Dominic too was dressed in finery, in his case black velvet trimmed with the blue and white of the royal coat of arms, and he wore a heavy gold chain around his neck. But Nimrod, who had come to Yurt as a huntsman and was much too tall to wear anyone else’s clothes, was still dressed in rough green. But with a newly-trimmed beard and a sober face, he still managed to look more dignified than most of the court.

Several of the knights of Yurt seemed to have decided that they too might have a chance with Diana, for they had put on their best and were laughing and teasing each other. But Dominic was absolutely serious, and a deep frown quickly silenced the knights. He seemed, I thought, much sulkier than anyone should who would be getting married in half an hour. He beckoned to the duchess with a massive hand, and she came quietly to stand before him.

“The purity of the kingdom depends on the purity of its women,” he announced in a deep voice.

Joachim startled me by saying, “And the same is true of its men.”

“A kingdom is not merely a piece of land,” the regent continued, “or a political unit, but a group of people, who are both guarded and guided by their aristocracy.”

Diana’s cheeks reddened slightly as she listened. Those who had stayed behind at the castle had received, I was sure, a highly speculative but nonetheless detailed version of what had actually happened that night on the plateau.

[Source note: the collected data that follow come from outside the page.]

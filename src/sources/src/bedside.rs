//! Limits and rules of the bedside. Each is a default that the local rule may replace.

use crate::figures;

const ARDSNET: &str = "ARDS Network. N Engl J Med 2000;342:1301";

figures! { BEDSIDE;
    RATE_MOST = 35.0, 0.0, "/min", "Greatest rate of lung-protective ventilation", ARDSNET, Opened;
    PLATEAU_MOST = 30.0, 0.0, "cmH2O", "Greatest plateau, held half a second", ARDSNET, Opened;
    PH_GOAL_HIGH = 7.45, 0.0, "1", "Upper end of the pH goal in lung injury", ARDSNET, Opened;
    PACO2_USUAL_HIGH = 45.0, 0.0, "mmHg", "Upper end of the usual PaCO2", "Physiology texts", CommonPractice;
    PH_USUAL_LOW = 7.35, 0.0, "1", "Lower end of the usual pH", "Physiology texts", CommonPractice;
    PACO2_USUAL_LOW = 35.0, 0.0, "mmHg", "Lower end of the usual PaCO2, and of that with raised pressure in the skull", "Brain Trauma Foundation, 4th ed. 2016", Quoted;
    SETTLED_AFTER = 30.0, 0.0, "min", "Minutes of unchanged settings after hand ventilation before a gas tells about them", "Assumed", Assumed;
    JUST_CHANGED = 5.0, 0.0, "min", "Minutes under which settings count as changed just before a gas", "Assumed", Assumed;
    SURPRISE = 3.0, 0.0, "1", "Standard deviations from which a first gas and its settings are asked about together", "Assumed", Assumed;
    RETAINER_SBE = 5.0, 0.0, "mmol/L", "Standard base excess from which chronic retention is asked about", "Assumed", Assumed;
    RETAINER_PACO2 = 50.0, 0.0, "mmHg", "PaCO2 above which chronic retention is asked about", "Assumed", Assumed;
    RETAINER_PH_USUAL_HIGH = 7.38, 0.0, "1", "Upper end of a chronic retainer's own pH", "BTS/ICS, Davidson et al. Thorax 2016;71 S2", Opened;
    VT_LUNG_MOST = 8.0, 0.0, "mL/kg", "Tidal volume that lung-protective ventilation starts from", ARDSNET, Opened;
    METABOLIC_SBE = -8.0, 0.0, "mmol/L", "Standard base excess under which his own compensation is looked for", "Assumed", Assumed;
    PH_BORNE = 7.15, 0.0, "1", "pH above which acidosis is usually well borne", "Common practice", CommonPractice;
    CALL_PH = 7.25, 0.0, "1", "pH under which to call for help", "Gathered from BTS guidance and ARDS Network's card", Computed;
    HCO3_CHECK = 0.10, 0.0, "1", "Difference of printed and computed HCO3 from which all three are asked about", "Assumed", Assumed;
    KPA_LIKELY_MOST = 20.0, 0.0, "1", "PaCO2 figure up to which mmHg and kPa are asked about", "Assumed", Assumed;
    VT_LOW_ML_KG = 3.0, 0.0, "mL/kg", "Tidal volume under which it is asked about", "Assumed", Assumed;
    VT_HIGH_ML_KG = 12.0, 0.0, "mL/kg", "Tidal volume over which it is asked about", "Assumed", Assumed;
    RATE_UNUSUAL = 40.0, 0.0, "/min", "Rate over which it is asked about", "Assumed", Assumed;
    SETTLED_WITHIN = 2.0, 0.0, "mmHg", "Distance from the settled value that counts as settled", "Assumed", Assumed;
    STILL_SO_AFTER = 30.0, 0.0, "min", "Minutes without an entry after which the tool asks whether nothing changed", "Assumed", Assumed;
    CLOCKS_APART = 2.0, 0.0, "min", "Minutes that an entry may lie ahead of the clock before the clock is doubted", "Assumed", Assumed;
    VALID_FOR = 60.0, 0.0, "min", "Minutes without an entry after which the number is taken away", "Assumed", Assumed;
    HORIZON = 240.0, 0.0, "min", "How far ahead a forecast may run", "Assumed", Assumed;
    CIRCULATION_STEADY_FOR = 20.0, 0.0, "min", "Minutes of steady circulation before a gas counts", "Assumed", Assumed;
    RATIO_STEP = 1.2, 0.0, "1", "Minute volume over today's in the answer under pressure support", "Assumed", Assumed;
    OFFER_STEP = 4.0, 0.0, "/min", "Step between the rates offered", "Assumed", Assumed;
}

I tried to contemplate, difficult as it was, Dominic and Diana actually married to each other. The regent had maneuvered her into this position, of having to marry to preserve her honor, but she had been willing to be maneuvered. I still didn’t know what her intentions had originally been toward Prince Ascelin, but now that she had-quite wrongly, I thought-decided he was a coward, she would certainly not marry him. But she would now have the household she had decided she wanted when she hired Evrard, and she and Dominic could live in her castle on her rents.

“Therefore,” Dominic continued, “any suggestion, any rumor, of impurity by one of its leading women must be rectified at once.” He paused briefly, as though overcome at the last moment with reluctance. But he thrust out his chin and continued. “My lady, you have already agreed that certain of your activities have become sources of scandal, and that only marriage, immediate marriage, will wipe this scandal away. Do you still agree?”